(Bloomberg) – Chevron Corp. will hand over a percentage of its Venezuelan production to the local government under new terms negotiated after receiving a license to restart operations in the South American nation, according to people with knowledge of the matter.

The deal was signed between the U.S. energy giant and Petroleos de Venezuela in recent days, shortly after Chevron’s private license was issued by the U.S., according to the people, who asked not to be identified discussing a private matter. They said the pact has terms similar to those reached by other foreign energy companies operating there, which also deliver a percentage of their production to the Venezuelan government as payment.

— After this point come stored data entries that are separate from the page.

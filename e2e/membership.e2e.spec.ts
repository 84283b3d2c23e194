import { expect, inviteNewMember, signIn, test, waitForMail } from './fixtures';

// Issue "Workflow", item 19: a member the owner removed is told so, not that the studio is missing.
test('an invited member joins, is removed by the owner, and on reload reads that they are no longer a member', async ({
  page,
  browser,
  guard,
}) => {
  await signIn(page, 'owner@kilnquartz.example', 'amber-glow-demo');
  await expect(page).toHaveURL(/\/bench$/);
  const invitee = await inviteNewMember(page, 'leaver');

  // The invitee follows the mailed link, creates the account there (the link proves the address) and joins.
  const inviteLink = await waitForMail(invitee, /http:\/\/127\.0\.0\.1:\d+\/invites\/[A-Za-z0-9_-]+/);
  const context = await browser.newContext();
  const member = await context.newPage();
  guard.watch(member);
  await member.goto(inviteLink);
  await member.getByRole('link', { name: 'Create an account' }).click();
  await member.getByLabel('Your name').fill('Lee Leaver');
  await member.getByLabel('E-mail').fill(invitee);
  await member.getByLabel('Password').fill('leaver passphrase');
  await member.getByRole('button', { name: 'Create account' }).click();
  await member.getByRole('button', { name: /^Join / }).click();
  await expect(member).toHaveURL(/\/bench$/);
  const studioUrl = member.url();

  await page.reload();
  // Removing asks first and names what it means (issue "Workflow", item 5); Cancel keeps the member.
  await page.getByRole('button', { name: 'Remove Lee Leaver' }).click();
  const dialog = page.getByRole('alertdialog', { name: 'Remove Lee Leaver?' });
  await expect(dialog).toContainText('Lee Leaver loses access to Kiln & Quartz at once');
  await expect(dialog.getByRole('button', { name: 'Cancel' })).toBeFocused();
  await dialog.getByRole('button', { name: 'Cancel' }).click();
  await expect(page.getByRole('table', { name: 'Studio members' })).toContainText(invitee);
  await page.getByRole('button', { name: 'Remove Lee Leaver' }).click();
  await page.getByRole('alertdialog').getByRole('button', { name: 'Remove member' }).click();
  await expect(page.getByRole('table', { name: 'Studio members' })).not.toContainText(invitee);

  await member.goto(studioUrl);
  await expect(member.getByRole('alert')).toContainText('You are no longer a member of this studio');
  await context.close();
});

Trump administration officials sought to ensure Chevron paid no royalties or taxes in cash to the government of Nicolás Maduro, while Venezuela sought to see benefit from the driller’s restarted production, the people said. Getting oil instead of cash effectively means Maduro’s regime has another way to get revenue, by selling its portion of the production to other buyers.
See also: Chevron cleared to restart Venezuela oil production
It remains unclear if Maduro will be allowed to export the oil to the U.S. or other markets, the people said.
A State Department spokesman said the US government won’t allow the Maduro regime to profit from the sale of oil. Venezuela’s information ministry declined to comment.
“Chevron conducts its business globally in compliance with laws and regulations applicable to its business, as well as the sanctions frameworks provided for by the U.S. government, including in Venezuela,” spokesman Bill Turenne said in a statement.
Chevron, which has had a presence in the country for more than a century, is the only major U.S. oil company still there, and has been a vital lifeline for its battered economy. The U.S. let its production license expire in May before opening the door again this month.
Following Trump’s re-election, a license authorizing Chevron to produce oil there became a bargaining chip in the country’s relationship with the U.S. Special envoy Ric Grenell and others in the administration pushed for a more transactional relationship with Maduro, while Secretary of State Marco Rubio encouraged a tough stance.
When Chevron lost its license at the end of May, it was pumping about a quarter of the country’s oil, or around 240,000 bpd. Production levels are expected to have remained stable in the past two months as Chevron had recently imported more diluents — a feedstock used help transport tar-like oil in pipelines — before its license expired.
Their recent pivot on Venezuela, restoring Chevron’s production, means the country will be able to sustain oil production of around 900,000 bpd and potentially increase it to 1 million bpd late next year, according to Rapidan Energy. Previously, output was seen falling to as low as 600,000 bpd.
Since the expiry of licenses issued by the U.S. Treasury at the end of May, China had become virtually the only buyer of Venezuelan crude. The Trump administration has previously warned it could apply tariffs to buyers of Venezuelan oil, but thus far hasn’t publicly followed through on that threat.